Plaintiff testified in part on cross-examination: “I was walking slowly and carefully. . . . The sidewalk was ordinarily flat. There wasn’t a hill or anything. ... I have been trading in Hickory all my life and walked' back and forth across this spot many times but I never did see a hole there. I hadn’t been in Hickory for about three months before that. ... I did not see the hole when we passed it going to Murphy’s.”

The hole plaintiff stepped in was about three inches deep and six to seven inches long. It was more or less circular and irregular in size. The edges of the hole were rounded, not sharp, more or less slick or smooth. The water was full in the hole, and was dirty, and the same color as the sidewalk. At the time the whole cement sidewalk was a wet, dingy, black color. The puddle looked like dark, wet cement. Plaintiff’s husband testified on cross-examination: “I had no difficulty seeing it after she fell.” Plaintiff’s daughter, Mrs. Christine Dew, examined the hole about a week after plaintiff stepped in it, and there was black dirt in it then, but no loose particles of cement or stone.
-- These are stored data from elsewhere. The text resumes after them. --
/**
 * Three runner processes work one quantification batch on the PostgreSQL lab server (system properties
 * tracegas.test.pg.url, .user and .password; a fresh schema per test). One is killed with SIGKILL while it holds
 * a unit; the others finish the batch and take that unit once its lease has ended. Every unit is done exactly
 * once, every sample of every file is stored once with one result per analyte and names the analyzer the batch
 * was split with, and the audit chain verifies with every row it vouches for.
 * Of runners splitting the same quantification at once, one records the batch and the others are refused.
 */
class BatchProcessesTest {

    private static final String URL = System.getProperty("tracegas.test.pg.url",
            "jdbc:postgresql://127.0.0.1:55432/tracegas");
    private static final String USER = System.getProperty("tracegas.test.pg.user", "tracegas");
    private static final String PASSWORD = System.getProperty("tracegas.test.pg.password", "tracegas");
    private static final int FILES = 8;
    private static final int SAMPLES_PER_FILE = 3;
    private static final int RUNNERS = 3;
    /** CO, N2O and H2O: the analytes of the method. */
    private static final int COMPOUNDS = 3;

    @TempDir
    Path folder;
    private final String schema = "test_" + UUID.randomUUID().toString().replace("-", "");
    private final String schemaUrl = URL + (URL.contains("?") ? "&" : "?") + "currentSchema=" + schema;

    @BeforeEach
    void createSchema() throws SQLException {
        try (Connection c = connect(URL); Statement s = c.createStatement()) {
            s.execute("CREATE SCHEMA " + schema);
        }
    }

    @AfterEach
    void dropSchema() throws SQLException {
        try (Connection c = connect(URL); Statement s = c.createStatement()) {
            s.execute("DROP SCHEMA " + schema + " CASCADE");
        }
    }

    @Test
    void killedRunnerLosesNoUnitAndNoSampleIsStoredTwice() throws Exception {
        List<String> server = List.of("--server", schemaUrl, "--user", USER);
        BatchCampaign campaign = new BatchCampaign(folder, server, List.of("P"), FILES, SAMPLES_PER_FILE);
        String batchId = campaign.ok("batch-split", campaign.quantification("P", campaign.stackFiles,
                "--instrument", "Stack FTIR 1", "--instrument-serial", "NV-2207")).strip();

        List<Process> runners = new ArrayList<>();
        for (int r = 0; r < RUNNERS; r++) {
            if (r == 1) {
                // the first runner holds a unit before the others start, so that they cannot take every unit
                // while its JVM is still starting on a busy machine
                awaitClaimWithUnitsLeft(runners.get(0), "%:" + runners.get(0).pid());
            }
            List<String> command = new ArrayList<>(List.of(Path.of(System.getProperty("java.home"), "bin", "java")
                    .toString(), "-cp", childClassPath(), BatchRunnerProcess.class.getName(), "batch-work"));
            command.addAll(server);
            // a short lease, so that the killed runner's unit comes back within the test's time
            command.addAll(List.of("--as", "ana", "--batch", batchId, "--lease", "2", "--idle-poll", "0.2"));
            ProcessBuilder pb = new ProcessBuilder(command).redirectOutput(folder.resolve("runner-" + r + ".out")
                    .toFile()).redirectError(folder.resolve("runner-" + r + ".err").toFile());
            pb.environment().putAll(BatchCampaign.ENV);
            runners.add(pb.start());
        }
        for (Process runner : runners) {
            // what every user of the machine sees in the process list (/proc/<pid>/cmdline): no password
            Path cmdline = Path.of("/proc", Long.toString(runner.pid()), "cmdline");
            List<String> args = List.of(new String(Files.readAllBytes(cmdline), StandardCharsets.UTF_8).split("\0"));
            assertTrue(args.contains("batch-work"), "the runner's own arguments were read: " + args);
            for (int i = 0; i < args.size(); i++) {
                assertFalse(args.get(i).toLowerCase(java.util.Locale.ROOT).contains("password"), args.toString());
                // the test server's user and password are alike: the user may appear, as --user's value only
                assertTrue(!args.get(i).equals(PASSWORD) || i > 0 && args.get(i - 1).equals("--user"),
                        "a password on the command line: " + args);
            }
        }
        Process victim = runners.get(0);
        String victimId = "%:" + victim.pid();
        awaitClaimWithUnitsLeft(victim, victimId);
        victim.toHandle().destroyForcibly(); // SIGKILL on Linux: no orderly shutdown, the unit stays claimed
        assertTrue(victim.waitFor(30, TimeUnit.SECONDS));
        List<Integer> held = query("SELECT seq FROM work_unit WHERE state = 'CLAIMED' AND claimed_by LIKE ?",
                rs -> rs.getInt(1), victimId);
        assertEquals(1, held.size(), "the killed runner held one unit: " + held);

        for (int r = 1; r < RUNNERS; r++) {
            Process p = runners.get(r);
            assertTrue(p.waitFor(60, TimeUnit.SECONDS), "runner " + r + " did not finish");
            String out = Files.readString(folder.resolve("runner-" + r + ".out"));
            Path err = folder.resolve("runner-" + r + ".err");
            assertEquals(ExitCode.OK, p.exitValue(), () -> out + log(err));
            assertTrue(out.contains("Batch " + batchId + " complete: " + FILES + " units"), out);
        }

        assertTrue(campaign.ok("batch-status", "--as", "ana", "--batch", batchId).contains(FILES + " done, 0 failed: complete"));
        int heldUnit = held.get(0);
        assertTrue(query("SELECT attempt FROM work_unit WHERE seq = ?", rs -> rs.getInt(1), heldUnit).get(0) >= 2,
                "the killed runner's unit was claimed again");
        assertNotEquals(victim.pid(), query("SELECT claimed_by FROM work_unit WHERE seq = ?", rs -> rs.getString(1),
                heldUnit).get(0).replaceAll(".*:", ""), "another runner completed it");
        try (WorkspaceStore store = Workspaces.openPostgres(schemaUrl, USER, PASSWORD)) {
            Session ana = store.users().logIn("ana", BatchCampaign.PASSWORD.toCharArray());
            String project = store.projects().findByCode(ana, "P").orElseThrow().getId();
            assertEquals(new BatchProgress(0, 0, FILES, 0), store.workUnits().progress(ana, batchId));
            Map<String, Instant> times = store.projects().measurements(ana, project).stream()
                    .collect(Collectors.toMap(Measurement::getId, Measurement::getTime));
            for (int unit = 0; unit < FILES; unit++) {
                final int f = unit;
                assertEquals(IntStream.range(0, SAMPLES_PER_FILE).mapToObj(k -> campaign.time(f, k)).toList(),
                        store.workUnits().measurementsOf(ana, batchId, unit).stream().map(times::get).toList(),
                        "unit " + unit + " holds each sample of " + campaign.stackFiles.get(unit) + " once");
            }
            Set<Instant> expected = new LinkedHashSet<>();
            for (int f = 0; f < FILES; f++) {
                for (int k = 0; k < SAMPLES_PER_FILE; k++) {
                    expected.add(campaign.time(f, k));
                }
            }
            assertEquals(FILES * SAMPLES_PER_FILE, times.size(), "no sample stored twice, none missing");
            assertEquals(expected, new LinkedHashSet<>(times.values().stream().sorted().toList()));
            Map<String, Long> resultsPerMeasurement = store.results().results(ana, project).stream()
                    .collect(Collectors.groupingBy(r -> r.getMeasurementId(), Collectors.counting()));
            assertEquals(times.keySet(), resultsPerMeasurement.keySet());
            resultsPerMeasurement.forEach((m, n) -> assertEquals(COMPOUNDS, n, "results of measurement at "
                    + times.get(m)));
            // each runner read the analyzer from the batch: every measurement names it, whoever stored it, and
            // its audit record vouches for the link
            Instrument analyzer = store.instruments().find(ana, "Stack FTIR 1", "NV-2207").orElseThrow();
            BatchCampaign.assertWrittenFigures(analyzer);
            for (Measurement m : store.projects().measurements(ana, project)) {
                assertEquals(analyzer.getId(), m.getInstrument() == null ? null : m.getInstrument().getId(),
                        "measurement at " + m.getTime());
            }
            List<String> audited = query("SELECT new_value FROM audit_record WHERE object_type = 'measurement'",
                    rs -> rs.getString(1));
            assertEquals(FILES * SAMPLES_PER_FILE, audited.size());
            for (String values : audited) {
                assertTrue(values.lines().anyMatch(("instrument=" + analyzer.getId())::equals), values);
            }
            // the chain and every data row it vouches for, after a runner was killed holding a unit
            WorkspaceVerification verified = store.audit().verifyWorkspace(List.of());
            assertTrue(verified.intact(), verified.statement());
        }
    }

    @Test
    void ofRunnersSplittingAtOnceOneRecordsTheBatchAndTheOthersNameIt() throws Exception {
        List<String> server = List.of("--server", schemaUrl, "--user", USER);
        BatchCampaign campaign = new BatchCampaign(folder, server, List.of("R"), 2, 1);
        // each runner its own connections, as separate processes would have. Their starts are 100 ms apart:
        // opening a PostgreSQL workspace at the very same moment can deadlock on installing the audit triggers,
        // while reading and checking the files still overlaps
        int runners = 4;
        CountDownLatch start = new CountDownLatch(1);
        ExecutorService pool = Executors.newFixedThreadPool(runners);
        List<Future<String[]>> splits = new ArrayList<>();
        try {
            for (int r = 0; r < runners; r++) {
                long delay = 100L * r;
                splits.add(pool.submit(() -> {
                    start.await();
                    Thread.sleep(delay);
                    ByteArrayOutputStream out = new ByteArrayOutputStream();
                    ByteArrayOutputStream err = new ByteArrayOutputStream();
                    int code = campaign.run(out, err, "batch-split", campaign.quantification("R",
                            campaign.stackFiles));
                    return new String[] {Integer.toString(code), out.toString(StandardCharsets.UTF_8).strip(),
                            err.toString(StandardCharsets.UTF_8)};
                }));
            }
            start.countDown();
            List<String> recorded = new ArrayList<>();
            List<String> refusals = new ArrayList<>();
            for (Future<String[]> f : splits) {
                String[] r = f.get();
                if (r[0].equals(Integer.toString(ExitCode.OK))) {
                    recorded.add(r[1]);
                } else {
                    assertEquals(Integer.toString(ExitCode.BAD_INPUT), r[0], r[2]);
                    refusals.add(r[2]);
                }
            }
            assertEquals(1, recorded.size(), () -> "batches recorded: " + recorded + ", refusals: " + refusals);
            for (String refusal : refusals) {
                assertTrue(refusal.contains("unfinished work batch " + recorded.get(0)), refusal);
            }
        } finally {
            pool.shutdownNow();
        }
    }

    /**
     * Waits until the runner holds a unit while at least two others are still open, so that it is killed in the
     * middle of its share and not after the last unit.
     */
    private void awaitClaimWithUnitsLeft(Process runner, String runnerPattern) throws Exception {
        long deadline = System.currentTimeMillis() + 60_000;
        while (true) {
            assertTrue(runner.isAlive() && System.currentTimeMillis() < deadline, () -> "the runner claimed no unit: "
                    + log(folder.resolve("runner-0.err")));
            int open = query("SELECT COUNT(*) FROM work_unit WHERE state = 'OPEN'", rs -> rs.getInt(1)).get(0);
            if (open >= 2 && !query("SELECT seq FROM work_unit WHERE state = 'CLAIMED' AND claimed_by LIKE ?",
                    rs -> rs.getInt(1), runnerPattern).isEmpty()) {
                return;
            }
            Thread.sleep(20);
        }
    }

    private interface Row<T> {
        T read(ResultSet rs) throws SQLException;
    }

    private <T> List<T> query(String sql, Row<T> row, Object... args) throws SQLException {
        try (Connection c = connect(schemaUrl); PreparedStatement ps = c.prepareStatement(sql)) {
            for (int i = 0; i < args.length; i++) {
                ps.setObject(i + 1, args[i]);
            }
            List<T> rows = new ArrayList<>();
            try (ResultSet rs = ps.executeQuery()) {
                while (rs.next()) {
                    rows.add(row.read(rs));
                }
            }
            return rows;
        }
    }

    private static Connection connect(String url) throws SQLException {
        PGSimpleDataSource ds = new PGSimpleDataSource();
        ds.setURL(url);
        ds.setUser(USER);
        ds.setPassword(PASSWORD);
        return ds.getConnection();
    }

    private static String log(Path file) {
        try {
            String text = Files.readString(file, StandardCharsets.UTF_8);
            return text.length() > 4000 ? text.substring(text.length() - 4000) : text;
        } catch (java.io.IOException e) {
            return "(no log: " + e.getMessage() + ")";
        }
    }

    /*
     * Built from the code-source locations of the classes the child needs: under an OSGi test runtime the
     * java.class.path is only the launcher. Third-party classes are looked up through the class loader of the
     * bundle that imports them.
     */
    static String childClassPath() throws Exception {
        List<Class<?>> needed = new ArrayList<>(List.of(BatchRunnerProcess.class, CommandTable.class,
                QuantificationSetup.class, WorkspaceStore.class, Spectrum.class, InterferogramTransform.class,
                BatchQuantifier.class, org.tracegas.library.io.FileFormatException.class,
                org.tracegas.qa.basis.ConditionsCorrection.class, org.tracegas.method.StoredMethod.class,
                org.tracegas.qa.campaign.QaPlan.class, org.tracegas.report.campaign.ReportPlan.class,
                org.tracegas.importer.container.ContainerReader.class, org.tracegas.model.Role.class,
                org.tracegas.audit.AuditTrail.class, org.tracegas.installation.InstalledSoftware.class,
                org.eclipse.emf.common.util.Enumerator.class,
                org.eclipse.emf.ecore.EObject.class, PGSimpleDataSource.class));
        ClassLoader store = WorkspaceStore.class.getClassLoader();
        Class<?> flyway = Class.forName("org.flywaydb.core.Flyway", false, store);
        needed.add(flyway);
        needed.add(Class.forName("org.h2.jdbcx.JdbcDataSource", false, store));
        needed.add(Class.forName("com.google.gson.Gson", false, flyway.getClassLoader()));
        Class<?> fft = Class.forName("org.jtransforms.fft.DoubleFFT_1D", false,
                InterferogramTransform.class.getClassLoader());
        needed.add(fft);
        needed.add(Class.forName("pl.edu.icm.jlargearrays.LargeArray", false, fft.getClassLoader()));
        needed.add(Class.forName("org.apache.commons.math3.linear.RealMatrix", false,
                BatchQuantifier.class.getClassLoader()));
        Set<String> entries = new LinkedHashSet<>();
        for (Class<?> k : needed) {
            entries.add(Path.of(k.getProtectionDomain().getCodeSource().getLocation().toURI()).toString());
        }
        return String.join(File.pathSeparator, entries);
    }
}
The hole was a few steps from a parking meter.

*318This is said in Gettys v. Marion, 218 N.C. 266, 10 S.E. 2d 799: “The rule prevailing in this jurisdiction is well stated by Hoke, J., in Fitzgerald v. Concord, 140 N.C. 110, as follows: 'The town, however, is not held to warrant that the condition of its streets, etc., shall be at all times absolutely safe. It is only responsible for negligent breach of duty, and, to establish such responsibility, it is not sufficient to show that the defect existed and an injury has been caused thereby. It must be further shown that the officers of the town might have discovered the defect, and the character of the defect was such that injuries to travelers therefrom might reasonably be anticipated.’ (A number of our other cases are cited). The happening of an injury does not raise the presumption of negligence. There must be evidence of notice either actual or constructive. (Citing cases). The existence of a condition which causes injury is not negligence per se. (Citing a case). The doctrine of res ipsa loquitur does not apply in actions against municipalities by reason of injuries to persons using its public streets. City of Natchez v. Cranfield, 124 Sou. Rep., 656.” This quotation from Fitzgerald v. Concord is quoted with approval in Welling v. Charlotte, 241 N.C. 312, 85 S.E. 2d 379.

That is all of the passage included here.